Sweet memories and beautiful photos, Steve. As you told me: the reunion is guaranteed!


----------



## CAROLINA MOM (May 12, 2009)

Beautiful picutres and a very touching message to your boy.


----------



## janine (Aug 8, 2009)

Skyler was a cute guy thanks for sharing all his pictures.


----------



## Hali's Mom (Oct 5, 2006)

May your wonderful memories bring you comfort today and always my friend. Thanks for all you do.


----------



## Karen519 (Aug 21, 2006)

*Skyler*

Skyler

We all love you!! Play hard with my Smooch and Snobear.

Great pictures, Steve.


----------



## magiclover (Apr 22, 2008)

Steve in some strange way your words the "Rainbow Bridge Pack" made me feel better about my own grief over losing Magic. To imagine all of our beloved pack waiting for us is comforting. I bet your Skylar has been a big part of the welcoming committee.


----------



## paula bedard (Feb 5, 2008)

Steve, You have made so many of us cry with your beautiful photo tributes to our Bridge pups. If your Skypup was the impetus to those photos, I hope to meet him one day and Thank him. The photo with his head resting on the soccer ball is just stunning. What a beautiful boy. Sam had an affinity for soccer balls. I hope he and Skyler are knocking and chasing them to their hearts content.


----------



## 3 goldens (Sep 30, 2005)

I thought of you and skypup so often that day, and in my heart dreading the knowledge that my buck's 4th anniversary of going to the bridge was in just a few hours. To this day i know your dear boy waited on my boy so they could cross together.


----------



## goldensmum (Oct 23, 2007)

Such a beautiful boy, hope that your happy memories of your time with him help you through

Run free Skyler


----------



## twinny41 (Feb 13, 2008)

Such lovely photos of your sweet boy.
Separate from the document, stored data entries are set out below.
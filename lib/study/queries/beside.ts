import type { Actor } from '@/lib/auth/actor'
import type { Db } from '@/lib/db/client'
import type { SeriesFinding } from '@/lib/science/series'
import { studiesOf } from './scope'

// A batch of another study that this person may see, named as it stands in the address: "S-003 SI82-1".

/** What may be drawn beside a study's curves: batches of the other studies that have readings. */
export async function listBesideOffers(db: Db, actor: Actor, studyId: string) {
  const rows = await db
    .selectFrom('studyBatch')
    .innerJoin('study', 'study.id', 'studyBatch.studyId')
    .innerJoin('batch', 'batch.id', 'studyBatch.batchId')
    .innerJoin('formulaVersion', 'formulaVersion.id', 'batch.formulaVersionId')
    .innerJoin('formula', 'formula.id', 'formulaVersion.formulaId')
    .select(['study.code as studyCode', 'batch.code as batchCode', 'formula.name as formulaName'])
    .where('study.id', '<>', studyId)
    .where(studiesOf(actor))
    .where((eb) =>
      eb.exists(
        eb
          .selectFrom('series')
          .select('series.id')
          .whereRef('series.studyId', '=', 'studyBatch.studyId')
          .whereRef('series.batchId', '=', 'studyBatch.batchId')
          .where('series.latestWeeks', '>', 0),
      ),
    )
    .orderBy('study.startedOn', 'desc')
    .orderBy('studyBatch.position')
    .limit(200)
    .execute()
  return rows.map(({ studyCode, batchCode, formulaName }) => ({
    key: `${studyCode} ${batchCode}`,
    label: `${batchCode} in ${studyCode}, ${formulaName}`,
  }))
}

/** The series of the batch that the address names; null where this person sees no such batch. */
export async function findBeside(db: Db, actor: Actor, beside: string) {
  const [studyCode = '', ...rest] = beside.split(' ')
  const batchCode = rest.join(' ')
  const series = await db
    .selectFrom('series')
    .innerJoin('study', 'study.id', 'series.studyId')
    .innerJoin('batch', 'batch.id', 'series.batchId')
    .innerJoin('studyStation', 'studyStation.id', 'series.studyStationId')
    .select(['series.id', 'series.attribute'])
    .select(['studyStation.temperatureC', 'studyStation.isFreezeThaw', 'studyStation.variant'])
    .select((eb) => eb.ref('series.finding').$castTo<SeriesFinding>().as('finding'))
    .where('study.code', '=', studyCode)
    .where('batch.code', '=', batchCode)
    .where(studiesOf(actor))
    .execute()
  if (series.length === 0) return null
  return {
    name: `${batchCode} in ${studyCode}`,
    series: series.map(({ finding, ...one }) => ({ ...one, points: finding.points })),
  }
}
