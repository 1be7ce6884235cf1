/** As a search compares names: without capitals and without the spaces around them. */
export function comparable(typed: string): string {
  return typed.trim().toLowerCase()
}

export type Match = { in: 'synonym' | 'supplier'; text: string }

/** Which name a search found an ingredient by, where it was not the INCI name. */
export function matchOf(
  row: { inciName: string; synonyms: readonly string[]; supplierName: string },
  typed: string,
): Match | null {
  const sought = comparable(typed)
  if (!sought || row.inciName.toLowerCase().includes(sought)) return null
  const synonym = row.synonyms.find((name) => name.toLowerCase().includes(sought))
  if (synonym) return { in: 'synonym', text: synonym }
  return row.supplierName.toLowerCase().includes(sought) ? { in: 'supplier', text: row.supplierName } : null
}

/** Each synonym once, and none that is the INCI name itself. */
export function tidySynonyms(inciName: string, synonyms: readonly string[]): string[] {
  const seen = new Set([comparable(inciName)])
  return synonyms.filter((name) => {
    const key = comparable(name)
    if (!key || seen.has(key)) return false
    seen.add(key)
    return true
  })
}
I agree with Paula, to be the inspiration behind all the photos with his friends at Rainbow Bridge is an accolade to what a special boy he was.


----------



## BeauShel (May 20, 2007)

Thank you Steve for sharing Skypup with all of us, so we can love him too. And hope to meet him one day to give him a big kiss. He was such a handsome fellow. I can just see him leading the golden pack at the bridge.


----------



## goldencontriever3 (Nov 7, 2008)

Steve I hope the wonderful memories of Skyler you hold in your heart bring a smile on this anniversary. Hugs

Run free Sweet Skyler


----------